TASK REQUIREMENTS ▸ Please give back word for word the lines below, from the first one through the one with "key, key_step = stream.word(), stream.word()".

Recorded data:
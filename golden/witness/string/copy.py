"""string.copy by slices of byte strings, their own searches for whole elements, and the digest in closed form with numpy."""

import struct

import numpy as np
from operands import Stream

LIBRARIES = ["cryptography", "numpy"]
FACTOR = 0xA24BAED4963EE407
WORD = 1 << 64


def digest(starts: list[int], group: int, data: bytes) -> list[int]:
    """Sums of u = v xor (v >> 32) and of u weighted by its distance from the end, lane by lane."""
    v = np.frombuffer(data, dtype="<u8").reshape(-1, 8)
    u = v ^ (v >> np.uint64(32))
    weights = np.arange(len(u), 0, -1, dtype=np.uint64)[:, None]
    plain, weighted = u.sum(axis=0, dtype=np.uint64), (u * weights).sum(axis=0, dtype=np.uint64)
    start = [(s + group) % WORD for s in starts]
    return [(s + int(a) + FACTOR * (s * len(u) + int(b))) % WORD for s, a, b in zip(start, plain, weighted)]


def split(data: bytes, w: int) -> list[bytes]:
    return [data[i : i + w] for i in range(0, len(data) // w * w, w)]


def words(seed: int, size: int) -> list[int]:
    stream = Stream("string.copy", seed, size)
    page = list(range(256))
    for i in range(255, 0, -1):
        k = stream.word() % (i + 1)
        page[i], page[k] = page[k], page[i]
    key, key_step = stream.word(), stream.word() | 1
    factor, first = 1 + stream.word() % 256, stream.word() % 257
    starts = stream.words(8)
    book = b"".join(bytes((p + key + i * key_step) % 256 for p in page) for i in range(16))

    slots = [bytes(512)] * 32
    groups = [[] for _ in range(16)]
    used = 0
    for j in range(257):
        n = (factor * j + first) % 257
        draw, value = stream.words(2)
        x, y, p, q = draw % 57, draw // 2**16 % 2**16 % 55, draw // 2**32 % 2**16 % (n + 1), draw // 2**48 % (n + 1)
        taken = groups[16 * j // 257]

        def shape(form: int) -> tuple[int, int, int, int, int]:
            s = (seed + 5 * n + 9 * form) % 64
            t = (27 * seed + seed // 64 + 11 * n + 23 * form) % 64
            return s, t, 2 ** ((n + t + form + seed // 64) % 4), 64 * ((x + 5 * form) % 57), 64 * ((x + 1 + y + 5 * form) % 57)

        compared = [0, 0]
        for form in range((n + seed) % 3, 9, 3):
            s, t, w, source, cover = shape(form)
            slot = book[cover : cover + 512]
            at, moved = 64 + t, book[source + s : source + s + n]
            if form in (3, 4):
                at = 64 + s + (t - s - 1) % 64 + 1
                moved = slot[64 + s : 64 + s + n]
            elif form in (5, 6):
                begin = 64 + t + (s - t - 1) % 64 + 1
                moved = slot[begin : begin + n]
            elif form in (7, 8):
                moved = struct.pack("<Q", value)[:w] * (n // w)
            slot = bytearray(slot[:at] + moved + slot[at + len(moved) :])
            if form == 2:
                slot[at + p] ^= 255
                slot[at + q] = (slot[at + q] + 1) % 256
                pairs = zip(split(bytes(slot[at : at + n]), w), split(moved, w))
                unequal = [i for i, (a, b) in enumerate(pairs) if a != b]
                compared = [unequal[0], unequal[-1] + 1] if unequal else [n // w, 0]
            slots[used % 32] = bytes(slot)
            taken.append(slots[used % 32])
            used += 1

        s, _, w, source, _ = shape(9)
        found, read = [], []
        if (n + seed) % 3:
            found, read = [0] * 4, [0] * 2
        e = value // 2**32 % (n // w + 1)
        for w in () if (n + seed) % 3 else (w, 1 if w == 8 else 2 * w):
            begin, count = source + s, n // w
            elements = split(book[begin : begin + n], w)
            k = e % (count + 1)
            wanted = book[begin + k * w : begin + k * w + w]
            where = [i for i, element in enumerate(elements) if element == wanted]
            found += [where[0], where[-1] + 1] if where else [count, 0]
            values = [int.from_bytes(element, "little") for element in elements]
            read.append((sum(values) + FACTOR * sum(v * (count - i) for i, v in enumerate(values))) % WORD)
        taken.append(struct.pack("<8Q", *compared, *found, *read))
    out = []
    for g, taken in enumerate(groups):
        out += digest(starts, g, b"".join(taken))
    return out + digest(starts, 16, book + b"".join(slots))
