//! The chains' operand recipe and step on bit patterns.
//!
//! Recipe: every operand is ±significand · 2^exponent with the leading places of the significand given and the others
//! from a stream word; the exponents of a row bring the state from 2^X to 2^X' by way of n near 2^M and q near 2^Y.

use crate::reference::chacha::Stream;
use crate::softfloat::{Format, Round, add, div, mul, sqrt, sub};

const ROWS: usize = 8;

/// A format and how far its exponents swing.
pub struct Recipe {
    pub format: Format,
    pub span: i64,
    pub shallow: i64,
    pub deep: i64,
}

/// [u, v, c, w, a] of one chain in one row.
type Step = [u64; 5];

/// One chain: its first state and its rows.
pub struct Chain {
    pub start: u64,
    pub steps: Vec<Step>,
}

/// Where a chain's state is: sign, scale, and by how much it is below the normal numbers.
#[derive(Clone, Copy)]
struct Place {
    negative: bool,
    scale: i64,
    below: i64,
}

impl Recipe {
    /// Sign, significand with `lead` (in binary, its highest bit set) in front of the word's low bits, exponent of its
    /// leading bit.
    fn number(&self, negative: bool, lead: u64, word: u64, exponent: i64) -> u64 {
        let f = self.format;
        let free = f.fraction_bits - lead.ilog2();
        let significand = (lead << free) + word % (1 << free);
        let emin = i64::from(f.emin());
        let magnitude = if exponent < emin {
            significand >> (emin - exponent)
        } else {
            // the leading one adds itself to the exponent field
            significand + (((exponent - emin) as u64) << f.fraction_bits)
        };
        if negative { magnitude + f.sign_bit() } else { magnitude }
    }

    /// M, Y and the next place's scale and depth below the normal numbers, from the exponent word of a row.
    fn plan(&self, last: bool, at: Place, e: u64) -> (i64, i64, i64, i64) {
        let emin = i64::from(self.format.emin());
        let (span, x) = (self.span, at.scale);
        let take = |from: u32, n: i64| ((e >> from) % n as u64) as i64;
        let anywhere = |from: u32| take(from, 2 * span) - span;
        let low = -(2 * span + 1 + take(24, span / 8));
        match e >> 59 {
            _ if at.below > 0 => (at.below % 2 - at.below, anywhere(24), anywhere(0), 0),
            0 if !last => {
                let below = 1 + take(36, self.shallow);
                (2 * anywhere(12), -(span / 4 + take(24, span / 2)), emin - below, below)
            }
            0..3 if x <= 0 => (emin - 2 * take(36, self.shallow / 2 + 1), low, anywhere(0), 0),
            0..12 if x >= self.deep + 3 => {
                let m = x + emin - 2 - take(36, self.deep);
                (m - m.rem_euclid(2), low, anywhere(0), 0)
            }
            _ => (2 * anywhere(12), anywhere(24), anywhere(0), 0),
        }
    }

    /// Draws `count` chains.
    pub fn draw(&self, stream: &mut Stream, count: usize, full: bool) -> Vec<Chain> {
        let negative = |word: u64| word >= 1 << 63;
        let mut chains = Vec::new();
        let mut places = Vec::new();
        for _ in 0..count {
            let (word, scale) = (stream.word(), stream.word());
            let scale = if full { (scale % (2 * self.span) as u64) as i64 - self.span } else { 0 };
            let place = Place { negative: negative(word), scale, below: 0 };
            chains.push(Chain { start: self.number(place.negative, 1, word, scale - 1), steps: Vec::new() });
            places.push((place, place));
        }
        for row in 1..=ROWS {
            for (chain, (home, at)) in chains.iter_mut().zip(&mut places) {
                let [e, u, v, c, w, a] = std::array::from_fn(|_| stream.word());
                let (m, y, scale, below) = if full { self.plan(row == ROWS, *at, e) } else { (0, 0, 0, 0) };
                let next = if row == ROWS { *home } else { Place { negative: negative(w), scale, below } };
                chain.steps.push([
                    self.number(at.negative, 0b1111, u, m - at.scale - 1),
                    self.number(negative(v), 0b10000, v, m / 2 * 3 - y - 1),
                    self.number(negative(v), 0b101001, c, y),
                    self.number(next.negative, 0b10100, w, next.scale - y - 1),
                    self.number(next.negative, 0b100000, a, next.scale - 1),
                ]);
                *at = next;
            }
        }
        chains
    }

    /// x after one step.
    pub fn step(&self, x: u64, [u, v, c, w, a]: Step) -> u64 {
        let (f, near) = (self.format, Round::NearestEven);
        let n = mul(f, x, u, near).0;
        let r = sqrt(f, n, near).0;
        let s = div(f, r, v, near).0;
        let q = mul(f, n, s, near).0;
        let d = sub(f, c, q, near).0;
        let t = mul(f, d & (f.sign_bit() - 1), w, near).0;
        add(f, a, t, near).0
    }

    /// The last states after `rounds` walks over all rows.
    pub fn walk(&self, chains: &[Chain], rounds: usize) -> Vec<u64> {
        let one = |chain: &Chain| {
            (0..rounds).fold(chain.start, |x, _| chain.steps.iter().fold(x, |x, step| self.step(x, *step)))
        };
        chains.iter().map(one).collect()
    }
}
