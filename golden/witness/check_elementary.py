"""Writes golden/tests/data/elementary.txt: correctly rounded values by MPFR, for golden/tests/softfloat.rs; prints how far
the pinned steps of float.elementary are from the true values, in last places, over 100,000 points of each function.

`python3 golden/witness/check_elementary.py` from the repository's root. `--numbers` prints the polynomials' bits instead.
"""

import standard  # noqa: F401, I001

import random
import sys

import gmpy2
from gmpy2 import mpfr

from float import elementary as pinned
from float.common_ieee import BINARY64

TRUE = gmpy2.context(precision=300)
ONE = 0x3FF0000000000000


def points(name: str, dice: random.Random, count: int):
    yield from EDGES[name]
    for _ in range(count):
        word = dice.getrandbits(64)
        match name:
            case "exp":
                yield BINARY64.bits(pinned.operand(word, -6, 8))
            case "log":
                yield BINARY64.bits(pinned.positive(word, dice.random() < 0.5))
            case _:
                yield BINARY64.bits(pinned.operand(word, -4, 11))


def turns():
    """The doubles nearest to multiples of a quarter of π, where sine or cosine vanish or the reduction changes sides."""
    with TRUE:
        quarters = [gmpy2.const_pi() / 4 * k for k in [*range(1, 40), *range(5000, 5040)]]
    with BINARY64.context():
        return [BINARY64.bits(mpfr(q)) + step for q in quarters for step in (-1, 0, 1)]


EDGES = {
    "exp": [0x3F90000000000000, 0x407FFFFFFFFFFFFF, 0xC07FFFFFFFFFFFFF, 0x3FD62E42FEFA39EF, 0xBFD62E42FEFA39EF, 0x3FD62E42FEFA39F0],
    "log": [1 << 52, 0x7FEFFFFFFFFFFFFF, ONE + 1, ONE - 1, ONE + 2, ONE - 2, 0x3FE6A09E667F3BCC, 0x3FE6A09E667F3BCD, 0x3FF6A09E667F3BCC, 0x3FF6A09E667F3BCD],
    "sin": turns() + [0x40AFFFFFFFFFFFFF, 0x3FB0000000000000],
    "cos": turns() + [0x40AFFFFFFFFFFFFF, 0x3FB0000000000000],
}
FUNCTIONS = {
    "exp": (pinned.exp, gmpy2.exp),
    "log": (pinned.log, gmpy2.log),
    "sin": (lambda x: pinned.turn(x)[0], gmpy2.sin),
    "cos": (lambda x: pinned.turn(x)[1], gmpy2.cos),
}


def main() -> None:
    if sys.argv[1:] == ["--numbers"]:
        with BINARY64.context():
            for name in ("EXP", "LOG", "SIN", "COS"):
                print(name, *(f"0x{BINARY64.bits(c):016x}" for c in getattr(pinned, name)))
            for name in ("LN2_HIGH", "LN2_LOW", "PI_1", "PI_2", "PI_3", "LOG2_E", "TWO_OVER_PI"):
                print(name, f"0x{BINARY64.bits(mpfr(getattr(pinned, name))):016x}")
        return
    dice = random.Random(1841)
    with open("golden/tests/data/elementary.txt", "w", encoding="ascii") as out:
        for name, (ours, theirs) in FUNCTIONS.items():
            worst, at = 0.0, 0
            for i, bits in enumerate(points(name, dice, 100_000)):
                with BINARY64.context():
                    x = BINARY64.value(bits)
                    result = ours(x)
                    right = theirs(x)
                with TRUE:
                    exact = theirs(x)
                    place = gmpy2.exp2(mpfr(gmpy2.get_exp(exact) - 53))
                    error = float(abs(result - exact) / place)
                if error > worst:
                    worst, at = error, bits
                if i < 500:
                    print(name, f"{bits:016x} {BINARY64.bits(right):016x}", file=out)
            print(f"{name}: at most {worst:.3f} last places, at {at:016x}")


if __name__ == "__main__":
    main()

ANSWER BOX ▸
filename golden/witness/string/copy.py
"""string.copy by slices of byte strings, their own searches for whole elements, and the digest in closed form with numpy."""

import struct

import numpy as np
from operands import Stream

LIBRARIES = ["cryptography", "numpy"]
FACTOR = 0xA24BAED4963EE407
WORD = 1 << 64


def digest(starts: list[int], group: int, data: bytes) -> list[int]:
    """Sums of u = v xor (v >> 32) and of u weighted by its distance from the end, lane by lane."""
    v = np.frombuffer(data, dtype="<u8").reshape(-1, 8)
    u = v ^ (v >> np.uint64(32))
    weights = np.arange(len(u), 0, -1, dtype=np.uint64)[:, None]
    plain, weighted = u.sum(axis=0, dtype=np.uint64), (u * weights).sum(axis=0, dtype=np.uint64)
    start = [(s + group) % WORD for s in starts]
    return [(s + int(a) + FACTOR * (s * len(u) + int(b))) % WORD for s, a, b in zip(start, plain, weighted)]


def split(data: bytes, w: int) -> list[bytes]:
    return [data[i : i + w] for i in range(0, len(data) // w * w, w)]


def words(seed: int, size: int) -> list[int]:
    stream = Stream("string.copy", seed, size)
    page = list(range(256))
    for i in range(255, 0, -1):
        k = stream.word() % (i + 1)
        page[i], page[k] = page[k], page[i]
    key, key_step = stream.word(), stream.word() | 1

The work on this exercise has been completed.